Abstract

ROBERTS, KENNETH. Comprehension and Production of Word Order in Stage 1. CHILD DEVELOPMENT, 1983, 54, 443-449. The notion that partial control of full agent-action-patient word order in comprehension may precede its production was examined. 10 children, 8 females and 2 males, ranging in age from 23 to 31 months, carried out actions specified by the verbs kiss, hug, and tickle in reversible active sentences. Sentences were presented to a triad of listeners consisting of a test child, a familiar adult caretaker, and a familiar older child. Latency of responding was the measure of comprehension.

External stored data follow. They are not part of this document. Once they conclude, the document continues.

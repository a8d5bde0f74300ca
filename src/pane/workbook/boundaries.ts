/** Boundary conditions as plain tables: for a sheet, or as comma-separated values (RFC 4180) for whatever solver reads them. */
import { findFilm } from "../../findings/film-finding.js";
import { formatNumber } from "../../quantities/format.js";
import { fromSI } from "../../quantities/conversion.js";
import type { Dimension } from "../../quantities/quantity.js";
import { defaultUnit } from "../../quantities/units.js";
import type { Written } from "../host.js";
import { words } from "../words.js";
import type { Boundary, Scanned } from "./scan.js";

export type System = "SI" | "US";

function head(word: string, dimension: Dimension, system: System): string {
  return `${word} [${defaultUnit(dimension, system).symbol}]`;
}

function inUnits(value: number | undefined, dimension: Dimension, system: System): Written {
  return value === undefined ? "" : Number(fromSI(value, defaultUnit(dimension, system)).toPrecision(9));
}

type Row = Scanned & { readonly boundary: Boundary };

export function withBoundary(rows: readonly Scanned[]): readonly Row[] {
  return rows.filter((row): row is Row => row.boundary !== undefined);
}

/** One line a boundary: where it stands, what it is, h with its bounds, the reference it belongs to. */
export function boundaryTable(rows: readonly Scanned[], system: System): readonly (readonly Written[])[] {
  const { cell, what, fluid, verdict } = words.workbook.heads;
  return [
    [
      cell,
      what,
      fluid,
      head("area", "area", system),
      head("h low", "film coefficient", system),
      head("h", "film coefficient", system),
      head("h high", "film coefficient", system),
      head("reference temperature", "temperature", system),
      verdict,
    ],
    ...withBoundary(rows).map((row): Written[] => [
      plain(row.address),
      `FILM.${row.functionId}`,
      plain(row.boundary.fluid),
      inUnits(row.boundary.area, "area", system),
      inUnits(row.boundary.hLow, "film coefficient", system),
      inUnits(row.boundary.h, "film coefficient", system),
      inUnits(row.boundary.hHigh, "film coefficient", system),
      inUnits(row.boundary.reference, "temperature", system),
      row.verdict,
    ]),
  ];
}

/** Surface temperatures of a table, kelvin, both ends in it. */
export interface Span {
  readonly from: number;
  readonly to: number;
  readonly count: number;
}

/** h of every boundary over the surface temperature, everything else as it stands in its cell. */
export function* temperatureRows(rows: readonly Scanned[], span: Span, system: System): Generator<readonly Written[]> {
  const { cell, verdict } = words.workbook.heads;
  yield [
    cell,
    head("Ts", "temperature", system),
    head("h low", "film coefficient", system),
    head("h", "film coefficient", system),
    head("h high", "film coefficient", system),
    head("reference temperature", "temperature", system),
    verdict,
  ];
  for (const row of withBoundary(rows)) {
    for (let i = 0; i < span.count; i++) {
      const T = span.from + ((span.to - span.from) * i) / Math.max(1, span.count - 1);
      const { surface, inputs, reference } = row.boundary;
      const finding = findFilm(surface, { ...inputs, wall: { kind: "temperature", T } });
      yield [
        plain(row.address),
        inUnits(T, "temperature", system),
        inUnits(finding.hLow, "film coefficient", system),
        inUnits(finding.h, "film coefficient", system),
        inUnits(finding.hHigh, "film coefficient", system),
        inUnits(reference, "temperature", system),
        finding.verdict,
      ];
    }
  }
}

/** A text that a spreadsheet would take for a formula is kept from being one. */
function plain(text: string): string {
  return /^[=+\-@\t\r]/.test(text) ? `'${text}` : text;
}

export function csvOf(rows: readonly (readonly Written[])[]): string {
  const field = (value: Written): string => {
    const text = typeof value === "number" ? formatNumber(value, 9) : String(value);
    return /[",\r\n]/.test(text) ? `"${text.replace(/"/g, '""')}"` : text;
  };
  return `${rows.map((row) => row.map(field).join(",")).join("\r\n")}\r\n`;
}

Production testing consisted of verbal responses to photographs depicting the comprehension sentences. 6 early Stage I children (MLU = 1.00-1.50) comprehended in the context of only 1 or sometimes 2 verbs but did not correctly produce the sentences in these verb contexts. 3 late Stage I children (MLU = 1.50-2.00) comprehended word order in the context of all test verbs. These results agreed with previous studies of late Stage I children using object manipulation tasks. It appears that (a) word order comprehension is present in early Stage I and is verb specific, gradually expanding verb by verb to apply across a wider scope of verbs; (b) response latency is a valid measure of comprehension; and (c) partial comprehension precedes production.